CDC Revises Guidelines for Using Opioids to Treat Pain
ATLANTA — The Centers for Disease Control and Prevention has revised its guidelines for using opioids to treat pain, removing dose and duration targets due to unintended consequences stemming from its earlier recommendations.
The new guidance, announced Thursday, updated advice issued in 2016 that was in part a response to the overprescribing that led to the nation’s opioid overdose epidemic.
Almost from the moment the old recommendations were released, however, critics panned the directive, saying they focused on addressing one serious problem while creating a number of new ones, including causing some long-term pain sufferers to be cut off from the medication that was their only source of relief.
In a commentary published in Thursday’s New England Journal of Medicine, the authors of the guidelines said their work in 2016 was associated with “accelerated reductions in overall and potentially high-risk prescribing of opioids and with increases in prescribing of nonopioid pain medications.”
But, they added, “new laws, regulations, and policies, in some cases purportedly derived from the 2016 guideline, went beyond — and were inconsistent with — its recommendations.”
“Such misapplication, including inflexible application of recommended dosage and duration thresholds, contributed to patient harms, including untreated and undertreated pain, rapid opioid tapers and abrupt discontinuations, acute withdrawal symptoms, and psychological distress, in some cases leading to suicidal ideation and behavior,” they said.
The new guidelines were reviewed by an independent federal advisory committee, four peer reviewers and members of the general public.
The CDC then reviewed the feedback it received and revised the authors’ draft guidelines to reflect appropriate changes.
Overall, the new guidance stresses the need for individualized care when it comes to pain management.
It also emphasized four key points, the authors said, namely, that “there are persistent barriers to access to pain care and evidence-based treatment; shared decision making by patients and clinicians is critical; discontinuing opioids after extended use can be very challenging and potentially harmful, especially if doses are tapered rapidly or patients do not receive effective support; and the new recommendations need to be communicated and implemented carefully.”
As a result, the new guidelines no longer advise doctors to avoid increasing dosages to 90 morphine milligram equivalents or more per day.
Such equivalents are defined as the amount of milligrams of morphine an opioid dose is equal to when prescribed.
As of Thursday the guidelines merely say that “clinicians should prescribe the lowest effective dosage.”

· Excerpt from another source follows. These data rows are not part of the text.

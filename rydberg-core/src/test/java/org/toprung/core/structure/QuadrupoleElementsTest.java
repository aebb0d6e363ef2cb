package org.toprung.core.structure;

import static org.junit.jupiter.api.Assertions.assertEquals;
import static org.junit.jupiter.api.Assertions.assertThrows;
import static org.junit.jupiter.api.Assertions.assertTrue;

import org.junit.jupiter.api.Test;
import org.toprung.core.atom.Level;
import org.toprung.core.atom.Species;

class QuadrupoleElementsTest {

  private static double modulus(Species species, String a, String b) {
    return QuadrupoleElements.of(species).reduced(Level.parse(a), Level.parse(b)).modulus();
  }

  /**
   * Exact: hydrogen 1s-3d, ∫ R10 R32 r⁴ dr = 8·720·(3/4)⁷/(81√30) = 1.7331 a0², and the squares
   * over both j of the upper level add up to 2 R² ⟨0‖C²‖2⟩² for two spin states.
   */
  @Test
  void isExactInHydrogen() {
    double radial = 8 * 720 * Math.pow(0.75, 7) / (81 * Math.sqrt(30));
    Species hydrogen = Species.parse("H");
    double three = modulus(hydrogen, "3D3/2", "1S1/2");
    double five = modulus(hydrogen, "3D5/2", "1S1/2");
    // the proton's mass stretches every length by 1 + m_e/M
    double stretched = radial * Math.pow(1 + 5.4462e-4, 2);
    double expected = 2 * stretched * stretched;
    assertEquals(expected, three * three + five * five, 1e-5 * expected);
    assertEquals(Math.sqrt(1.5), five / three, 1e-5);
  }

  /**
   * Published, from memory: A(3d → 1s, E2) of hydrogen is 594 s⁻¹; A = 1.1199e18 S/(λ⁵ (2j+1)) with
   * λ in ångström (NIST handbook of line strengths).
   */
  @Test
  void givesTheQuadrupoleDecayOfHydrogen() {
    double five = modulus(Species.parse("H"), "3D5/2", "1S1/2");
    double rate = 1.1199e18 * five * five / (Math.pow(1025.72, 5) * 6);
    assertEquals(594, rate, 3);
  }

  /** Published many-body values, from memory: Cs 6S-5D3/2 33.3 and 6S-5D5/2 41.2 to 41.6 e a0². */
  @Test
  void liesNearPublishedElementsOfCaesium() {
    assertEquals(33.4, modulus(Species.CAESIUM_133, "6S1/2", "5D3/2"), 0.06 * 33.4);
    assertEquals(41.4, modulus(Species.CAESIUM_133, "6S1/2", "5D5/2"), 0.06 * 41.4);
  }

  /** Elements to a Rydberg series fall as n*^(−3/2). */
  @Test
  void fallsWithThePrincipalQuantumNumber() {
    double low = modulus(Species.RUBIDIUM_87, "5S1/2", "50D5/2");
    double high = modulus(Species.RUBIDIUM_87, "5S1/2", "100D5/2");
    double expected = Math.pow((100 - 1.346) / (50 - 1.346), 1.5);
    assertEquals(expected, low / high, 0.01 * expected);
  }

  @Test
  void namesTheRuleThatForbids() {
    QuadrupoleElements elements = QuadrupoleElements.of(Species.RUBIDIUM_87);
    for (String[] pair :
        new String[][] {
          {"5S1/2", "6P1/2"}, {"5S1/2", "6S1/2"}, {"5P1/2", "6P1/2"}, {"5S1/2", "10F5/2"}
        }) {
      String message =
          assertThrows(
                  IllegalArgumentException.class,
                  () -> elements.reduced(Level.parse(pair[0]), Level.parse(pair[1])))
              .getMessage();
      assertTrue(message.contains("triangle"), message);
    }
  }
}
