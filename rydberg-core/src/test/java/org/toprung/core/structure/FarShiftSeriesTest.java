package org.toprung.core.structure;

import static org.junit.jupiter.api.Assertions.assertEquals;
import static org.junit.jupiter.api.Assertions.assertThrows;
import static org.junit.jupiter.api.Assertions.assertTrue;

import java.util.List;
import java.util.Set;
import net.jqwik.api.ForAll;
import net.jqwik.api.Property;
import net.jqwik.api.constraints.DoubleRange;
import net.jqwik.api.constraints.IntRange;
import org.junit.jupiter.api.Test;
import org.junit.jupiter.api.function.Executable;
import org.toprung.angular.Polarization;
import org.toprung.angular.SphericalComponents;
import org.toprung.core.atom.Level;
import org.toprung.core.atom.Species;

class FarShiftSeriesTest {
  private static final FarLightShift SHIFTS = FarLightShift.of(Species.RUBIDIUM_87);
  private static final List<Level> LEVELS =
      List.of(Level.parse("5S1/2"), Level.parse("68S1/2"), Level.parse("60D5/2"));

  private static SphericalComponents light() {
    return Polarization.ellipticalDegrees(30, 15).resolvedFor(1, 0.2, 0.1).componentsAbout(0, 0, 1);
  }

  /**
   * Exact: the series is the sum over states itself, for infrared to blue light, below and above
   * the ionization threshold, with and without near levels.
   */
  @Property(tries = 200, seed = "51")
  void equalsTheSumOverStates(
      @ForAll @IntRange(max = 2) int index,
      @ForAll @DoubleRange(min = 200, max = 750) double terahertz,
      @ForAll @DoubleRange(min = -2, max = 2) double offset,
      @ForAll @DoubleRange(min = 0, max = 1) double weight,
      @ForAll boolean near) {
    Level level = LEVELS.get(index);
    Set<Level> nearLevels = near ? Set.of(Level.parse("6P3/2"), Level.parse("5P1/2")) : Set.of();
    double laser = terahertz * 1e12;
    double moved = laser + offset * 1e12;
    FarShiftSeries series =
        SHIFTS.series(
            level,
            new int[] {-1, 1},
            new double[] {weight, 1 - weight},
            laser,
            light(),
            nearLevels);
    double lower = SHIFTS.hertzPerFieldSquared(level, -1, moved, light(), nearLevels).value();
    double upper = SHIFTS.hertzPerFieldSquared(level, 1, moved, light(), nearLevels).value();
    double expected = weight * lower + (1 - weight) * upper;
    // where terms of both signs cancel, their size counts: about that of a hundred atomic units
    double scale = Math.max(Math.abs(expected), 1e-6);
    assertEquals(expected, series.hertzPerFieldSquared(offset * 1e12), 1e-11 * scale);
  }

  @Test
  void refusesOffsetsBeyondItsReach() {
    FarShiftSeries series =
        SHIFTS.series(LEVELS.get(0), new int[] {1}, new double[] {1}, 3e14, light(), Set.of());
    refused("within", () -> series.hertzPerFieldSquared(2.1e12));
    refused("within", () -> series.hertzPerFieldSquared(Double.NaN));
  }

  @Test
  void refusesNumbersThatAreNone() {
    Level ground = LEVELS.get(0);
    refused(
        "given 2 weights of 1 projections",
        () -> SHIFTS.series(ground, new int[] {1}, new double[2], 3e14, light(), Set.of()));
    refused(
        "positive and finite",
        () -> SHIFTS.series(ground, new int[] {1}, new double[] {1}, 0, light(), Set.of()));
    refused(
        "must be odd",
        () -> SHIFTS.series(ground, new int[] {3}, new double[] {1}, 3e14, light(), Set.of()));
    refused("at least one", () -> new FarShiftSeries(1, false, 0, List.of(), List.of()));
    refused("finite", () -> new FarShiftSeries(1, false, Double.NaN, List.of(1.0), List.of()));
    refused(
        "finite",
        () ->
            new FarShiftSeries(
                1, false, 0, List.of(1.0), List.of(new FarShiftSeries.Pole(Double.NaN, 1))));
  }

  private static void refused(String part, Executable call) {
    String message = assertThrows(IllegalArgumentException.class, call).getMessage();
    assertTrue(message.contains(part), message);
  }
}
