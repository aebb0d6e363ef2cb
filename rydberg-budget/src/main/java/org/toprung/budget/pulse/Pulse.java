package org.toprung.budget.pulse;

import java.math.BigDecimal;
import java.math.MathContext;
import java.math.RoundingMode;
import java.util.ArrayList;
import java.util.Arrays;
import java.util.List;
import java.util.Locale;
import java.util.Objects;
import java.util.OptionalDouble;
import org.toprung.core.quantity.Frequency;
import org.toprung.core.quantity.Time;
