package org.toprung.budget.scenario;

import static org.junit.jupiter.api.Assertions.assertArrayEquals;
import static org.junit.jupiter.api.Assertions.assertEquals;
import static org.junit.jupiter.api.Assertions.assertThrows;
import static org.junit.jupiter.api.Assertions.assertTrue;

import java.nio.file.Files;
import java.nio.file.Path;
import java.util.List;
import java.util.Locale;
import java.util.Optional;
import net.jqwik.api.ForAll;
import net.jqwik.api.Property;
import net.jqwik.api.constraints.DoubleRange;
import net.jqwik.api.constraints.IntRange;
import net.jqwik.api.constraints.Scale;
import org.junit.jupiter.api.Test;
import org.junit.jupiter.api.io.TempDir;
import org.junit.jupiter.params.ParameterizedTest;
import org.junit.jupiter.params.provider.ValueSource;
import org.toprung.angular.Polarization;
import org.toprung.budget.Budget;
import org.toprung.budget.ReferenceScenario;
import org.toprung.budget.bench.BenchValue;
import org.toprung.budget.report.JsonReport;
import org.toprung.budget.report.ReportContent;
import org.toprung.budget.report.TextReport;
import org.toprung.core.atom.Level;
import org.toprung.core.atom.Species;
import org.toprung.core.atom.Sublevel;
import org.toprung.core.drive.Beam;
import org.toprung.core.drive.Drive;
import org.toprung.core.drive.Profile;
import org.toprung.core.quantity.ElectricField;
import org.toprung.core.quantity.Frequency;
import org.toprung.core.quantity.Intensity;
import org.toprung.core.quantity.Length;
import org.toprung.core.quantity.MagneticField;
import org.toprung.core.quantity.Power;
import org.toprung.core.quantity.Temperature;
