package org.toprung.core.structure;

import static org.junit.jupiter.api.Assertions.assertEquals;
import static org.junit.jupiter.api.Assertions.assertFalse;
import static org.junit.jupiter.api.Assertions.assertTrue;

import java.io.IOException;
import java.nio.file.Files;
import java.nio.file.Path;
import java.util.EnumSet;
import java.util.List;
import java.util.Set;
import java.util.stream.Collectors;
import org.junit.jupiter.api.Test;
import org.junit.jupiter.api.io.TempDir;
import org.toprung.core.atom.Catalogue;

class AuditTest {
  private static final List<Audit.Finding> FINDINGS = Audit.of(Catalogue.bundled()).findings();

  // the only difference above 3 sigma: Antypas and Elliott (2013) and Damitz et al. (2019) do not
  // agree on Cs 6S-7P3/2
  @Test
  void theCatalogueHoldsTogetherUpToTheKnownLimit() {
    Set<String> beyond =
        FINDINGS.stream()
            .filter(f -> f.sigmas() > 3)
            .map(f -> f.species() + " " + f.check() + " " + f.subject())
            .collect(Collectors.toSet());
    assertEquals(Set.of("Cs-133 ALTERNATIVE 6S1/2-7P3/2"), beyond);
  }

  @Test
  void everyKindOfCheckIsMadeAndTheWorstStandsFirst() {
    assertEquals(
        EnumSet.allOf(Audit.Check.class),
        FINDINGS.stream().map(Audit.Finding::check).collect(Collectors.toSet()));
    for (int i = 1; i < FINDINGS.size(); i++) {
      assertTrue(FINDINGS.get(i).sigmas() <= FINDINGS.get(i - 1).sigmas());
    }
    for (Audit.Finding finding : FINDINGS) {
      assertTrue(finding.uncertainty() > 0 && finding.relative() < 0.15, finding.toString());
      assertFalse(finding.check().description().isBlank());
    }
    assertEquals(
        Catalogue.bundled().isotopes(),
        FINDINGS.stream().map(Audit.Finding::species).distinct().sorted().toList());
  }

  // validation: measured lifetimes of first resonance lines follow from measured elements to 0.5 %,
  // those of second ones too, with computed elements in the sum, but for Rb 6P3/2 with 3 %
  @Test
  void lifetimesFollowFromElements() {
    List<Audit.Finding> lifetimes =
        FINDINGS.stream().filter(f -> f.check() == Audit.Check.LIFETIME).toList();
    assertEquals(15, lifetimes.size());
    for (Audit.Finding finding : lifetimes) {
      assertTrue(finding.relative() < 0.04, finding.toString());
    }
    assertEquals(14, lifetimes.stream().filter(f -> f.relative() < 0.008).count());
  }

  @Test
  void aWrongValueDisagreesWithTheElementsAndWithTheOldOne(@TempDir Path directory)
      throws IOException {
    Path file = directory.resolve("wrong.csv");
    Files.writeString(
        file,
        "species,quantity,level,value,uncertainty,unit,source,memory,chosen_because\n"
            + "K,lifetime,4P1/2,29.69,0.05,ns,\"A slip of the pen\",no,\n");
    List<Audit.Finding> findings = Audit.of(Catalogue.bundled().with(file)).findings();
    for (int i = 0; i < 2; i++) {
      assertEquals("K-39", findings.get(i).species());
      assertEquals("4P1/2", findings.get(i).subject());
      assertTrue(findings.get(i).sigmas() > 10);
    }
    assertTrue(findings.stream().limit(2).anyMatch(f -> f.origin().endsWith("wrong.csv:2")));
  }
}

The original guidance also said that when it came to acute pain, prescriptions lasting “three days or less will often be sufficient; more than seven days will rarely be needed.”
The problem was some doctors and many policymakers took that recommendation to represent a hard stop, leading many chronic pain sufferers to seek illicit sources of relief when their prescriptions were overly tapered.
“New guidance informed by emerging data advises clinicians to carefully weigh benefits and risks of tapering opioids along with benefits and risks of continuing opioids and emphasizes that opioid therapy should generally not be discontinued abruptly, nor should doses be reduced rapidly,” the authors wrote in their NEJM commentary.
“When patients have been taking opioids for longer durations (e.g., ≥ 1 year), dosages that are tapered by 10% per month or slower will most likely be better tolerated than more rapid tapers,” they wrote.
“Although clinicians and patients might not always be able to agree on whether tapering is necessary, the guideline describes an approach to implementing treatment changes in a patient-centered manner, while avoiding abandoning the patient and instead drawing on clinicians’ empathy and principles of shared decision making,” they added.
The CDC said Thursday that it will continue to monitor the new guidelines for both intended and unintended effects and will work with the public and insurers “to inform decisions regarding coverage of a broader range of pain therapies.”
The authors — Deborah Dowell, M.D., M.P.H., Kathleen R. Ragan, M.S.P.H., Christopher M. Jones, Pharm.D., Dr.P.H., Grant T. Baldwin, Ph.D., M.P.H., and Roger Chou, M.D. — stressed in their commentary that evidence to guide the best achievable pain management remains limited.
“Research should address critical remaining gaps, including long-term comparative effectiveness of therapies for pain,” they wrote, adding that “patient–clinician communication about benefits and risks associated with opioids remains central to treatment decisions.”